Consider a polygon and one of its vertices. Cut off a sufficiently small triangle at that vertex. The removed piece is a triangle. The remaining piece acquires one additional side, since the vertex is replaced by a new side joining two points on the adjacent edges.

Starting from the square, perform this operation repeatedly on the large remaining piece. Each cut increases its number of sides by $1$ and produces one triangle.

After $16$ cuts the original square has become a $20$-gon, and $16$ triangles have been produced.

Now take one of these triangles. Applying the same operation $17$ times converts that triangle into a $20$-gon and produces $17$ new triangles. Thus one triangle is replaced by one $20$-gon and $17$ triangles, a net increase of $16$ triangles.

Repeat this procedure on triangles until there are one hundred $20$-gons in total.

The first $20$-gon came from the square. The remaining $99$ twenty-gons are obtained from triangles. Hence the final numbers are

$$100$$

twenty-gons and

$$16+99\cdot16=1600$$

triangles.

The total number of pieces is

$$100+1600=1700.$$

Hence the number of cuts is

$$1700-1=1699.$$

Since $1699$ cuts are both necessary and sufficient, the minimum number of cuts is

$$\boxed{1699}.$$

Equality is attained in the construction described above.

Verification of Key Steps

The first delicate point is the claim that every cut increases the total number of sides by exactly $4$. Let the original polygon have $m$ sides. If the boundary arcs between the intersection points contain $r$ and $m-r$ sides, the new polygons have $r+2$ and $m-r+2$ sides. The increase is

$$(r+2)+(m-r+2)-m=4.$$

No geometric position of the cut changes this count.
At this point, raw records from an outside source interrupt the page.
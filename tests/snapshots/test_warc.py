"""WARC files as the snapshot archive writes them, checked by warcio (reader and `warcio check`).

Expected record layouts come from WARC 1.1 (ISO 28500:2017, IIPC text; REFERENCES.md §5); the
exchanges are written out by hand below.
"""

from __future__ import annotations

import base64
import hashlib
from datetime import UTC, datetime, timedelta
from pathlib import Path

import pytest
from warcio.archiveiterator import ArchiveIterator

from harvester.fetch.transfer import Answer
from harvester.snapshots import liveness
from harvester.snapshots.entry import NOT_MODIFIED_PROFILE, SAME_PAYLOAD_PROFILE
from harvester.snapshots.index import SnapshotIndex, read_index_file
from harvester.snapshots.warc import OPEN_SUFFIX, WarcSnapshotWriter
from tests.warc_check import warcio_check

T = datetime(2026, 3, 1, 12, 0, 0, 123456, tzinfo=UTC)
REQUEST = (("User-Agent", "harvester/0 (+mailto:analyst@example.org)"), ("Host", "127.0.0.1"))
HTML = ("Content-Type", "text/html; charset=utf-8")


def answer(path: str, body: bytes, *headers: tuple[str, str], status: int = 200) -> Answer:
    url = f"http://127.0.0.1:8650{path}"
    return Answer(url, status, (HTML, *headers), body, T, T + timedelta(seconds=0.01), REQUEST)


def writer(folder: Path, **options: object) -> WarcSnapshotWriter:
    return WarcSnapshotWriter(folder, info={"recipe": "league-players"}, known=SnapshotIndex(),
                              **options)  # type: ignore[arg-type]  # fmt: skip


def records(path: Path) -> list[tuple[str, dict[str, str], bytes]]:
    found = []
    with path.open("rb") as stream:
        for record in ArchiveIterator(stream, check_digests=True):
            headers = dict(record.rec_headers.headers)
            found.append((record.rec_type, headers, record.content_stream().read()))
    return found


def test_an_exchange_is_a_response_and_a_request_pointing_at_each_other(tmp_path: Path) -> None:
    body = b"<table><tr><td>1</td></tr></table>"
    with writer(tmp_path) as out:
        entry = out.write(answer("/a.html", body, ("Content-Encoding", "gzip")))
        assert list(tmp_path.iterdir()) == [tmp_path / (entry.file + OPEN_SUFFIX)]
    (file,) = tmp_path.iterdir()
    assert file.name == entry.file and file.name.endswith(".warc.gz")
    kinds = [kind for kind, _, _ in records(file)]
    assert kinds == ["warcinfo", "response", "request"]  # WARC 1.1 §6.2, §6.3, §6.5
    _, response, payload = records(file)[1]
    _, request, _ = records(file)[2]
    assert payload == body  # the payload is the body read, the bytes _body_sha256 hashes
    assert entry.body_sha256 == hashlib.sha256(body).hexdigest()
    assert response["WARC-Record-ID"] == entry.record_id == entry.payload_record_id
    assert response["WARC-Concurrent-To"] == request["WARC-Record-ID"]  # WARC 1.1 §5.7
    assert request["WARC-Concurrent-To"] == response["WARC-Record-ID"]
    assert response["WARC-Date"] == "2026-03-01T12:00:00.123456Z"  # WARC 1.1 §5.4, W3CDTF
    assert "WARC-Block-Digest" in response and "WARC-Payload-Digest" in response
    info = records(file)[0][2].decode()
    assert "recipe: league-players" in info and "software: harvester/" in info
    with file.open("rb") as stream:
        first, second = (r for r in ArchiveIterator(stream) if r.rec_type != "warcinfo")
        # The kept HTTP headers describe the kept payload: no Content-Encoding it no longer has
        # (REFERENCES.md §5.4, common practice for a decoded body).
        assert first.http_headers.get_header("Content-Encoding") is None
        assert first.http_headers.get_header("Content-Length") == str(len(body))
        # The request record holds the request as it went out (WARC 1.1 §6.5).
        assert second.http_headers.protocol == "GET"
        assert second.http_headers.get_header("User-Agent") == REQUEST[0][1]


def test_warcio_check_passes_and_offsets_lead_to_their_records(tmp_path: Path) -> None:
    with writer(tmp_path) as out:
        entries = [out.write(answer(f"/{n}.html?x={n}", f"<p>{n}</p>".encode())) for n in range(3)]
    (file,) = tmp_path.iterdir()
    done = warcio_check(file)
    assert done.returncode == 0, done.stdout + done.stderr
    for entry in entries:
        with file.open("rb") as stream:
            stream.seek(entry.offset)
            (one, *_) = ArchiveIterator(stream)
            assert one.rec_headers.get_header("WARC-Record-ID") == entry.record_id
            assert one.rec_headers.get_header("WARC-Target-URI") == entry.url
            assert entry.length > 0


def test_a_repeated_payload_is_a_revisit_referring_to_the_original(tmp_path: Path) -> None:
    body = b"<p>same</p>"
    with writer(tmp_path) as out:
        first = out.write(answer("/a.html", body))
        again = out.write(answer("/b.html", body))  # WARC 1.1 §6.7.2: URIs may differ
    (file,) = tmp_path.iterdir()
    assert warcio_check(file).returncode == 0
    ((_, revisit, block),) = [(k, h, b) for k, h, b in records(file) if k == "revisit"]
    assert again.record_type == "revisit" and first.record_type == "response"
    # WARC 1.1 §6.7.2: the identical-payload-digest profile, and WARC-Refers-To the original.
    assert revisit["WARC-Profile"] == SAME_PAYLOAD_PROFILE
    assert revisit["WARC-Refers-To"] == first.record_id == again.payload_record_id
    assert revisit["WARC-Refers-To-Target-URI"] == first.url
    assert revisit["WARC-Payload-Digest"] == first.payload_digest
    assert revisit["WARC-Truncated"] == "length"  # §6.7.2: headers kept, the payload not
    assert block == b""  # nothing of the payload is stored twice
    assert again.body_sha256 == first.body_sha256


def test_a_304_is_a_server_not_modified_revisit_of_the_last_payload(tmp_path: Path) -> None:
    with writer(tmp_path) as out:
        first = out.write(answer("/a.html", b"<p>v1</p>", ("ETag", '"1"')))
        confirmed = out.write(answer("/a.html", b"", ("ETag", '"1"'), status=304))
        unknown = out.write(answer("/never.html", b"", status=304))
    (file,) = tmp_path.iterdir()
    assert warcio_check(file).returncode == 0
    revisits = [h for k, h, _ in records(file) if k == "revisit"]
    assert [h["WARC-Profile"] for h in revisits] == [NOT_MODIFIED_PROFILE] * 2  # §6.7.3
    assert revisits[0]["WARC-Refers-To"] == first.record_id  # §5.11
    assert "WARC-Refers-To" not in revisits[1]  # nothing stored to refer to
    assert confirmed.status == 304 and confirmed.payload_record_id == first.record_id
    assert confirmed.body_sha256 == first.body_sha256
    assert unknown.payload_record_id == "" and unknown.body_sha256 == ""


def test_an_empty_payload_is_never_a_revisit(tmp_path: Path) -> None:
    with writer(tmp_path) as out:
        one = out.write(answer("/gone.html", b"", status=404))
        two = out.write(answer("/moved.html", b"", ("Location", "/a.html"), status=302))
    assert one.record_type == two.record_type == "response"


def test_files_rotate_at_the_size_limit_sort_by_time_and_get_index_files(tmp_path: Path) -> None:
    warc, index = tmp_path / "warc", tmp_path / "index"
    with writer(warc, max_file_bytes=1, index_dir=index) as out:
        names = [out.write(answer(f"/{n}.html", f"<p>{n}</p>".encode())).file for n in range(3)]
    assert len(set(names)) == 3 and names == sorted(names)
    assert sorted(path.name for path in warc.iterdir()) == names
    for name in names:
        (entry,) = read_index_file(index / f"{name}.parquet")
        assert entry.file == name


def test_the_payload_digest_is_of_the_payload(tmp_path: Path) -> None:
    # WARC 1.1 §5.9: WARC-Payload-Digest is a digest of the payload; warcio writes sha1 in base32.
    body = b"<p>digest me</p>"
    with writer(tmp_path) as out:
        entry = out.write(answer("/d.html", body))
    expected = "sha1:" + base64.b32encode(hashlib.sha1(body).digest()).decode()
    assert entry.payload_digest == expected


def test_an_open_file_is_held_until_closed(tmp_path: Path) -> None:
    out = writer(tmp_path)
    entry = out.write(answer("/a.html", b"<p>a</p>"))
    assert liveness.is_held(tmp_path / (entry.file + OPEN_SUFFIX))
    out.close()
    assert not liveness.is_held(tmp_path / entry.file)


def test_a_cassette_has_the_name_it_was_given_and_replaces_the_old_one_once_done(
    tmp_path: Path,
) -> None:
    (tmp_path / "run.warc.gz").write_bytes(b"old")
    with writer(tmp_path, name="run.warc.gz") as out:
        out.write(answer("/a.html", b"<p>a</p>"))
        assert (tmp_path / "run.warc.gz").read_bytes() == b"old"  # kept until the new is whole
    assert [kind for kind, _, _ in records(tmp_path / "run.warc.gz")][1] == "response"


@pytest.mark.parametrize("status", [200, 404, 503])
def test_every_status_is_kept(tmp_path: Path, status: int) -> None:
    with writer(tmp_path) as out:
        entry = out.write(answer("/x.html", b"<p>x</p>", status=status))
    assert entry.status == status
    (file,) = tmp_path.iterdir()
    with file.open("rb") as stream:
        response = next(r for r in ArchiveIterator(stream) if r.rec_type == "response")
        assert response.http_headers.get_statuscode() == str(status)


def test_a_memento_gets_a_metadata_record_naming_its_original(tmp_path: Path) -> None:
    # REFERENCES.md §5.5 (practice for a Memento fetch): the response at the URI-M, and a
    # metadata record (WARC 1.1 §6.6) referring to it (§5.11) with original and
    # memento-datetime as application/warc-fields (§4, §8).
    link = (
        '<http://127.0.0.1:8650/seasons/2019/players.html>; rel="original",'
        " <http://127.0.0.1:8651/timemap/http://127.0.0.1:8650/seasons/2019/players.html>"
        '; rel="timemap"; type="application/link-format"'
    )
    memento = answer(
        "/web/20190703083000raw/x",
        b"<table></table>",
        ("Memento-Datetime", "Wed, 03 Jul 2019 08:30:00 GMT"),
        ("Link", link),
    )
    with writer(tmp_path) as out:
        entry = out.write(memento)
        out.write(answer("/live.html", b"<p>live</p>"))
    (file,) = tmp_path.iterdir()
    kept = records(file)
    assert [kind for kind, _, _ in kept] == [
        "warcinfo", "response", "request", "metadata", "response", "request"
    ]  # fmt: skip  # a live answer gets no metadata record
    _, about, fields = kept[3]
    assert about["WARC-Refers-To"] == entry.record_id == kept[1][1]["WARC-Record-ID"]
    assert about["Content-Type"] == "application/warc-fields"
    assert about["WARC-Target-URI"] == memento.url
    assert fields.decode() == (
        "original: http://127.0.0.1:8650/seasons/2019/players.html\r\n"
        "memento-datetime: Wed, 03 Jul 2019 08:30:00 GMT\r\n"
    )
    assert entry.origin == "web-archive"
    warcio_check(file)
The second delicate point is the inequality

$$S\ge100\cdot20+3(P-100).$$

A careless argument might forget that every remaining piece is still a polygon. Since a polygon has at least three sides, the contribution of the non-twenty-gons is at least $3(P-100)$. Equality occurs only when every remaining piece is a triangle.

The third delicate point is the construction. Cutting off a small triangle from a $k$-gon yields a triangle and a $(k+1)$-gon. For example, a triangle becomes a quadrilateral, a quadrilateral becomes a pentagon, and a pentagon becomes a hexagon. After $17$ such cuts, a triangle becomes a $20$-gon because

$$3+17=20.$$

The by-products remain triangles throughout, which is exactly what is needed for equality in the lower bound.

Alternative Approaches

Instead of tracking the total number of sides directly, one may define the excess

$$E=\sum (\text{number of sides}-4)$$

over all pieces. A cut changes a polygon with $m$ sides into two polygons whose side counts sum to $m+4$, so $E$ is invariant. Since the initial square has excess $0$, the total excess always remains $0$.

Each $20$-gon contributes $16$ to the excess, while every triangle contributes $-1$. Thus one hundred $20$-gons require at least sixteen hundred triangles to balance the excess. This immediately yields at least $1700$ pieces and therefore at least $1699$ cuts. The construction described above realizes exactly one hundred $20$-gons and sixteen hundred triangles, showing that the bound is sharp.

The invariant $E$ is essentially equivalent to the side-sum method, but it packages the extremal argument more compactly. The main proof was preferred because it derives the invariant directly from the geometry of a single cut and makes the equality case completely transparent.